What to work on: One range is to be output from the listing below, exactly as written: the line with "factor's value at" to the line with "piece_index[chosen] = number", both kept.

Records supplied:
= = =

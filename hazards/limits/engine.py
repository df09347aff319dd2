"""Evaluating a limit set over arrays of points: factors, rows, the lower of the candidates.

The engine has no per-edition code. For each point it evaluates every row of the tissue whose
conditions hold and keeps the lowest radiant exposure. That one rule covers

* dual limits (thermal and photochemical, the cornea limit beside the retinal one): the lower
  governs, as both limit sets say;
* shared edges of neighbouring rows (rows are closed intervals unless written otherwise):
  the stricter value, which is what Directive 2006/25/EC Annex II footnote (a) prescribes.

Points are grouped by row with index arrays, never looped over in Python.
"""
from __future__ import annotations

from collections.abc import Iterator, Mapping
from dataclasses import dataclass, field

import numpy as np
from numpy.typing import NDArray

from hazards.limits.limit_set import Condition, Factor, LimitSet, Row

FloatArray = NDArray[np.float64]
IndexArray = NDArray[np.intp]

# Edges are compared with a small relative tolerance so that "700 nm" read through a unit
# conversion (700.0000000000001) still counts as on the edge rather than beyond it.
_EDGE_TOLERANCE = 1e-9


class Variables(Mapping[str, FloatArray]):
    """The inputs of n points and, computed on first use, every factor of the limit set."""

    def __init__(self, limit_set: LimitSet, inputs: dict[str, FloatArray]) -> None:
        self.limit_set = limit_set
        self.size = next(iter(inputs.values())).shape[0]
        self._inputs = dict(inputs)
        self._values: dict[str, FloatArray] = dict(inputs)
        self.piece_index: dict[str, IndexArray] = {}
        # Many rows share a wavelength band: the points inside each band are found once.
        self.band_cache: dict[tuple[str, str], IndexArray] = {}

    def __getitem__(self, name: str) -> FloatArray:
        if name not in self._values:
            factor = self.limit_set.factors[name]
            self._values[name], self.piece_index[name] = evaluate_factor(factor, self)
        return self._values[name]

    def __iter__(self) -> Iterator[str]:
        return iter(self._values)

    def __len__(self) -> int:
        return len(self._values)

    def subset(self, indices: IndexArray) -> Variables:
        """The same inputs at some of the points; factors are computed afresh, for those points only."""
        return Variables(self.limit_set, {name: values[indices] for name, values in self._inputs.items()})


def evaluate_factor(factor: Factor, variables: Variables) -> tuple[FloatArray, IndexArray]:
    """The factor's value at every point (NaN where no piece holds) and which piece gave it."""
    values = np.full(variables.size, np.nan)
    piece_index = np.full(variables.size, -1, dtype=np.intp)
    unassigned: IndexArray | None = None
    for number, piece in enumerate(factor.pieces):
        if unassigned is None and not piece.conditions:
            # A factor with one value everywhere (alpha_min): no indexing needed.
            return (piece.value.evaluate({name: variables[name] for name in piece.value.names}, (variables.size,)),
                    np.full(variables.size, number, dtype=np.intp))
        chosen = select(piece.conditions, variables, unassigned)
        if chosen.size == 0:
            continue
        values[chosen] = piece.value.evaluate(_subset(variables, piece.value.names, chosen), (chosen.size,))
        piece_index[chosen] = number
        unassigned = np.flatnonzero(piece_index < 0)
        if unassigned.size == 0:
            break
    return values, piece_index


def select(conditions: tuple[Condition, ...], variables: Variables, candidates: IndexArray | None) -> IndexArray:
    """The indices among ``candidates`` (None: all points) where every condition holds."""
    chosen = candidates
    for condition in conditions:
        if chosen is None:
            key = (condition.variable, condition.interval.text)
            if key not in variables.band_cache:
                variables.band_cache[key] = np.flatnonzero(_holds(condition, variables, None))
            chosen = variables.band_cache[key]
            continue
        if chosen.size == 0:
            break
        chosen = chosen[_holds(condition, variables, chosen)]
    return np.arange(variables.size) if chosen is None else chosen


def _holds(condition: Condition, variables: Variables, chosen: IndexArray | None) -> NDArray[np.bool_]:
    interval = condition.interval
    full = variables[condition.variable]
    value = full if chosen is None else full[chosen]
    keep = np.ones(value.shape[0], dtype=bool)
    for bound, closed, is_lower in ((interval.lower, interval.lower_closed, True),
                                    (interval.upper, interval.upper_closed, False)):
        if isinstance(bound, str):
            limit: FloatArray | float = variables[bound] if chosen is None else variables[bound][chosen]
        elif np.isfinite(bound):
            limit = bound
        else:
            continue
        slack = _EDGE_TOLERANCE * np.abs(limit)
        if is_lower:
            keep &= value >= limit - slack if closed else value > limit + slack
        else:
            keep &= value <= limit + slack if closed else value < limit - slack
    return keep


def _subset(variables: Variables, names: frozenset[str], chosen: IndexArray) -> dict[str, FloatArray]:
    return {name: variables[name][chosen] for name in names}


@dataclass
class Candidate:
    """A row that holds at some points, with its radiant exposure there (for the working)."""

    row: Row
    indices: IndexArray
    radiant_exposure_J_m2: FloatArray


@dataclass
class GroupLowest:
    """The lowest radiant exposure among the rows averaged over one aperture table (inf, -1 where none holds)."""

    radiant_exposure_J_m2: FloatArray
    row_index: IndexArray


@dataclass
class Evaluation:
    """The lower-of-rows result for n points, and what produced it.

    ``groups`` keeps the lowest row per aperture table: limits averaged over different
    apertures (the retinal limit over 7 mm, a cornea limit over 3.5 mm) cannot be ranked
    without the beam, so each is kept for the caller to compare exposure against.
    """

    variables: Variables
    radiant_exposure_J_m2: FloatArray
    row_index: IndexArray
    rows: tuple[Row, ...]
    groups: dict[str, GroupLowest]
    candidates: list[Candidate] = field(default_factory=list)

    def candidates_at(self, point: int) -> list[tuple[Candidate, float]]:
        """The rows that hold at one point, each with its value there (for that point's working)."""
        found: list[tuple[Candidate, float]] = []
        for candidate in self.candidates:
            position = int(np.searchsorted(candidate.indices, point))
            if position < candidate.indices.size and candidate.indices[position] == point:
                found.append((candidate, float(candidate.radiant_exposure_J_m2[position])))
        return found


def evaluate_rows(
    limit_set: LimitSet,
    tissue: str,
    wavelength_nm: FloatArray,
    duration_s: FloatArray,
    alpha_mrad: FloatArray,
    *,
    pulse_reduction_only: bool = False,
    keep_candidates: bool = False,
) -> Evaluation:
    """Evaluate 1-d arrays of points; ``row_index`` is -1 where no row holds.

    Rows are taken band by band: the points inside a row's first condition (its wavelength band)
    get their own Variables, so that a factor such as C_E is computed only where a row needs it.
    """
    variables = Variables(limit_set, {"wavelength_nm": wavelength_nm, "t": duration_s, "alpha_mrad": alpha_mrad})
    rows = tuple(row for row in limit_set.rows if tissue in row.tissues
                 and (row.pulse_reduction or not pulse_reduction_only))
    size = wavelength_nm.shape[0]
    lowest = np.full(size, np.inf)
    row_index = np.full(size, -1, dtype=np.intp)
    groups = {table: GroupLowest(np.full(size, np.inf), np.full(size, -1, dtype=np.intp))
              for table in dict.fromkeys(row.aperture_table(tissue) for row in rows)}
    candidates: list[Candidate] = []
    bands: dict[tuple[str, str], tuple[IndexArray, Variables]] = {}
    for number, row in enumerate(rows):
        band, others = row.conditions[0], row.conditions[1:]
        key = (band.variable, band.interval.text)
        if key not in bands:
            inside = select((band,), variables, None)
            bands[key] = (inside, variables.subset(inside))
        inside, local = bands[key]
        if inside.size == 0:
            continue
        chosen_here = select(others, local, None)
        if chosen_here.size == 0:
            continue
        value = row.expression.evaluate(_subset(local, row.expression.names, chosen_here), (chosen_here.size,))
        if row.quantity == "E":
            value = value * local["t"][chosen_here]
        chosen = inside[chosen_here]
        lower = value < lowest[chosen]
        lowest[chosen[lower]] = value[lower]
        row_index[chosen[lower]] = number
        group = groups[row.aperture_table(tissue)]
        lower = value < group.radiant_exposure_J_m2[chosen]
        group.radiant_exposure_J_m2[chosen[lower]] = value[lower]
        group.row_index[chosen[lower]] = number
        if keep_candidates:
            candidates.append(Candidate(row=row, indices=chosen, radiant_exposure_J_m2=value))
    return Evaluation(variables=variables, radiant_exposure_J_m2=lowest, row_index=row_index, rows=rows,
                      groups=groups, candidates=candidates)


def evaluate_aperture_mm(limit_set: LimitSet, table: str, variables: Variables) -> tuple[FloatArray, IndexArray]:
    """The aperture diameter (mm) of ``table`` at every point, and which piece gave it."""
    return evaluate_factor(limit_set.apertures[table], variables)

= = =

Response:
    """The factor's value at every point (NaN where no piece holds) and which piece gave it."""
    values = np.full(variables.size, np.nan)
    piece_index = np.full(variables.size, -1, dtype=np.intp)
    unassigned: IndexArray | None = None
    for number, piece in enumerate(factor.pieces):
        if unassigned is None and not piece.conditions:
            # A factor with one value everywhere (alpha_min): no indexing needed.
            return (piece.value.evaluate({name: variables[name] for name in piece.value.names}, (variables.size,)),
                    np.full(variables.size, number, dtype=np.intp))
        chosen = select(piece.conditions, variables, unassigned)
        if chosen.size == 0:
            continue
        values[chosen] = piece.value.evaluate(_subset(variables, piece.value.names, chosen), (chosen.size,))
        piece_index[chosen] = number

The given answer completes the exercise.